[Start of section]

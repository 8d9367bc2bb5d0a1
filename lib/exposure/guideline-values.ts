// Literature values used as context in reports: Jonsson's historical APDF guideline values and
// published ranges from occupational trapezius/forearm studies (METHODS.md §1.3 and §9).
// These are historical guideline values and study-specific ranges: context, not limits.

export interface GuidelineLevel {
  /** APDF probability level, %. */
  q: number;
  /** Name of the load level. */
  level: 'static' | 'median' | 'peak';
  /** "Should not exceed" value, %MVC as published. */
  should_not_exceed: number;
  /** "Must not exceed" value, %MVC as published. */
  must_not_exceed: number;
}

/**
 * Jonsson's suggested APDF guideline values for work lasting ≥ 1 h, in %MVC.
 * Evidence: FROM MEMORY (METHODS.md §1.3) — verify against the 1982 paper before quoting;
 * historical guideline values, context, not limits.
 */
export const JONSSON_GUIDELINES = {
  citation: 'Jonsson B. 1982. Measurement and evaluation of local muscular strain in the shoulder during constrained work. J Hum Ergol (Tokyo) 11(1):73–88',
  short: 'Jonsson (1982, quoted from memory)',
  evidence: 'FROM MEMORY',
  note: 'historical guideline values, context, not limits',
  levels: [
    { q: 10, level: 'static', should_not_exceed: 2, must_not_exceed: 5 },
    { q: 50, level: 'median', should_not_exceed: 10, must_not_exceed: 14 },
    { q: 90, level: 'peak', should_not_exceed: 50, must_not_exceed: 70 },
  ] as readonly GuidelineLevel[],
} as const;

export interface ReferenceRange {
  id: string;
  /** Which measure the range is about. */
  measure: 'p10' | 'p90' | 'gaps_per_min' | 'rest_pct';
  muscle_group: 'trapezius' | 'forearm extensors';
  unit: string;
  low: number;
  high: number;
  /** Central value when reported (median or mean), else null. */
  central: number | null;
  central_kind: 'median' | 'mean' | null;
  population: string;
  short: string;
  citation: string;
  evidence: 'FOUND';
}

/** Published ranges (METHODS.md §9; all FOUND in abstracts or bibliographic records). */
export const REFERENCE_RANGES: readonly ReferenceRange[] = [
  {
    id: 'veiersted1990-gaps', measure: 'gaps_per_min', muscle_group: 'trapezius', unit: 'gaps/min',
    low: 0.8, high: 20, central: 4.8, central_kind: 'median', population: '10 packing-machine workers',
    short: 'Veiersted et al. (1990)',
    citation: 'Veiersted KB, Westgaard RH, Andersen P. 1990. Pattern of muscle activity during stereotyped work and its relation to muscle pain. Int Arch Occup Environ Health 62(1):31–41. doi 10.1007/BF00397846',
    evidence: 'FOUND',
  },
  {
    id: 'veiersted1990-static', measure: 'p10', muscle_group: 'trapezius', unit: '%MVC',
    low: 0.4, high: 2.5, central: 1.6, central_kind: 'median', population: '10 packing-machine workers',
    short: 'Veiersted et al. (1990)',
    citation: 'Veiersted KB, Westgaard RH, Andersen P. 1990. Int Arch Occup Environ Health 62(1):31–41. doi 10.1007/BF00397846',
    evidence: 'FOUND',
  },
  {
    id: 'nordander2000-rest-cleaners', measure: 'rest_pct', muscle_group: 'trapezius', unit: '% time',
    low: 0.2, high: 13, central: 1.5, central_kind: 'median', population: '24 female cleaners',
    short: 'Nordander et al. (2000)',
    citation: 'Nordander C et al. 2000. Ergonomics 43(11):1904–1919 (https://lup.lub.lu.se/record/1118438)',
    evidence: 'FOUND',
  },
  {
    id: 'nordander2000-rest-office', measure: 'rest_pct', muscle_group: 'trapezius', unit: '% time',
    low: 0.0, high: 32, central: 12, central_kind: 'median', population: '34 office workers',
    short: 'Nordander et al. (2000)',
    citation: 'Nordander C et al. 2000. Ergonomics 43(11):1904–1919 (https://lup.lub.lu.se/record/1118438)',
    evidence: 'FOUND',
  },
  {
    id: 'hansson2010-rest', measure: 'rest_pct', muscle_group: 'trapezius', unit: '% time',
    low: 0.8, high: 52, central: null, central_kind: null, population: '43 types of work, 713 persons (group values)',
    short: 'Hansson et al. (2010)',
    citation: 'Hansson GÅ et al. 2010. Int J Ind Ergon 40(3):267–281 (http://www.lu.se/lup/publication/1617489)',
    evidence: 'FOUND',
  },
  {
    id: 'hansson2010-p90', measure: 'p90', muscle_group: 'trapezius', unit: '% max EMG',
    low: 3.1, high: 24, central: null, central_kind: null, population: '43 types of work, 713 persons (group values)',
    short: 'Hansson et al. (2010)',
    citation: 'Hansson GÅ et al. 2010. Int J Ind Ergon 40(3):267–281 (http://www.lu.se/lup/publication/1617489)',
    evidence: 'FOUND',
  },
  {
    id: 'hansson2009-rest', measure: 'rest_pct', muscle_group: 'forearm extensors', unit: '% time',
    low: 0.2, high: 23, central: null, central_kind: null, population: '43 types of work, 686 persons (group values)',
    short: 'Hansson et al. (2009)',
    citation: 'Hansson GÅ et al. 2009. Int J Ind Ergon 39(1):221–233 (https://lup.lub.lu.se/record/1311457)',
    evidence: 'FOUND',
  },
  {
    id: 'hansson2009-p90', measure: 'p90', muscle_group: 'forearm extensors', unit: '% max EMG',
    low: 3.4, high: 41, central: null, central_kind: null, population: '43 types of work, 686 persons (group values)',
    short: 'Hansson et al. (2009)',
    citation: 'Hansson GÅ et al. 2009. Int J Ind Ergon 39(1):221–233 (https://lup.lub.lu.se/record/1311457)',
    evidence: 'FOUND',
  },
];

[End of section]

◆ Problem to work on
All of the data must be returned exactly.

◆ Task answer
repository 8d9367bc2bb5d0a1
filename lib/exposure/guideline-values.ts
// Literature values used as context in reports: Jonsson's historical APDF guideline values and
// published ranges from occupational trapezius/forearm studies (METHODS.md §1.3 and §9).
// These are historical guideline values and study-specific ranges: context, not limits.

export interface GuidelineLevel {
  /** APDF probability level, %. */
  q: number;
  /** Name of the load level. */
  level: 'static' | 'median' | 'peak';
  /** "Should not exceed" value, %MVC as published. */
  should_not_exceed: number;
  /** "Must not exceed" value, %MVC as published. */
  must_not_exceed: number;
}

/**
 * Jonsson's suggested APDF guideline values for work lasting ≥ 1 h, in %MVC.
 * Evidence: FROM MEMORY (METHODS.md §1.3) — verify against the 1982 paper before quoting;
 * historical guideline values, context, not limits.
 */
export const JONSSON_GUIDELINES = {
  citation: 'Jonsson B. 1982. Measurement and evaluation of local muscular strain in the shoulder during constrained work. J Hum Ergol (Tokyo) 11(1):73–88',
  short: 'Jonsson (1982, quoted from memory)',
  evidence: 'FROM MEMORY',
  note: 'historical guideline values, context, not limits',
  levels: [
    { q: 10, level: 'static', should_not_exceed: 2, must_not_exceed: 5 },
    { q: 50, level: 'median', should_not_exceed: 10, must_not_exceed: 14 },
    { q: 90, level: 'peak', should_not_exceed: 50, must_not_exceed: 70 },
  ] as readonly GuidelineLevel[],
} as const;

export interface ReferenceRange {
  id: string;
  /** Which measure the range is about. */
  measure: 'p10' | 'p90' | 'gaps_per_min' | 'rest_pct';
  muscle_group: 'trapezius' | 'forearm extensors';
  unit: string;
  low: number;
  high: number;
  /** Central value when reported (median or mean), else null. */
  central: number | null;
  central_kind: 'median' | 'mean' | null;
  population: string;
  short: string;
  citation: string;
  evidence: 'FOUND';
}

/** Published ranges (METHODS.md §9; all FOUND in abstracts or bibliographic records). */
export const REFERENCE_RANGES: readonly ReferenceRange[] = [
  {
    id: 'veiersted1990-gaps', measure: 'gaps_per_min', muscle_group: 'trapezius', unit: 'gaps/min',
    low: 0.8, high: 20, central: 4.8, central_kind: 'median', population: '10 packing-machine workers',
    short: 'Veiersted et al. (1990)',
    citation: 'Veiersted KB, Westgaard RH, Andersen P. 1990. Pattern of muscle activity during stereotyped work and its relation to muscle pain. Int Arch Occup Environ Health 62(1):31–41. doi 10.1007/BF00397846',
    evidence: 'FOUND',
  },
  {
    id: 'veiersted1990-static', measure: 'p10', muscle_group: 'trapezius', unit: '%MVC',
    low: 0.4, high: 2.5, central: 1.6, central_kind: 'median', population: '10 packing-machine workers',
    short: 'Veiersted et al. (1990)',
    citation: 'Veiersted KB, Westgaard RH, Andersen P. 1990. Int Arch Occup Environ Health 62(1):31–41. doi 10.1007/BF00397846',
    evidence: 'FOUND',
  },
  {
    id: 'nordander2000-rest-cleaners', measure: 'rest_pct', muscle_group: 'trapezius', unit: '% time',
    low: 0.2, high: 13, central: 1.5, central_kind: 'median', population: '24 female cleaners',
    short: 'Nordander et al. (2000)',
    citation: 'Nordander C et al. 2000. Ergonomics 43(11):1904–1919 (https://lup.lub.lu.se/record/1118438)',
    evidence: 'FOUND',
  },
  {
    id: 'nordander2000-rest-office', measure: 'rest_pct', muscle_group: 'trapezius', unit: '% time',
    low: 0.0, high: 32, central: 12, central_kind: 'median', population: '34 office workers',
    short: 'Nordander et al. (2000)',
    citation: 'Nordander C et al. 2000. Ergonomics 43(11):1904–1919 (https://lup.lub.lu.se/record/1118438)',
    evidence: 'FOUND',
  },
  {
    id: 'hansson2010-rest', measure: 'rest_pct', muscle_group: 'trapezius', unit: '% time',
    low: 0.8, high: 52, central: null, central_kind: null, population: '43 types of work, 713 persons (group values)',
    short: 'Hansson et al. (2010)',
    citation: 'Hansson GÅ et al. 2010. Int J Ind Ergon 40(3):267–281 (http://www.lu.se/lup/publication/1617489)',
    evidence: 'FOUND',
  },
  {
    id: 'hansson2010-p90', measure: 'p90', muscle_group: 'trapezius', unit: '% max EMG',
    low: 3.1, high: 24, central: null, central_kind: null, population: '43 types of work, 713 persons (group values)',
    short: 'Hansson et al. (2010)',
    citation: 'Hansson GÅ et al. 2010. Int J Ind Ergon 40(3):267–281 (http://www.lu.se/lup/publication/1617489)',
    evidence: 'FOUND',
  },
  {
    id: 'hansson2009-rest', measure: 'rest_pct', muscle_group: 'forearm extensors', unit: '% time',
    low: 0.2, high: 23, central: null, central_kind: null, population: '43 types of work, 686 persons (group values)',
    short: 'Hansson et al. (2009)',
    citation: 'Hansson GÅ et al. 2009. Int J Ind Ergon 39(1):221–233 (https://lup.lub.lu.se/record/1311457)',
    evidence: 'FOUND',
  },
  {
    id: 'hansson2009-p90', measure: 'p90', muscle_group: 'forearm extensors', unit: '% max EMG',
    low: 3.4, high: 41, central: null, central_kind: null, population: '43 types of work, 686 persons (group values)',
    short: 'Hansson et al. (2009)',
    citation: 'Hansson GÅ et al. 2009. Int J Ind Ergon 39(1):221–233 (https://lup.lub.lu.se/record/1311457)',
    evidence: 'FOUND',
  },
];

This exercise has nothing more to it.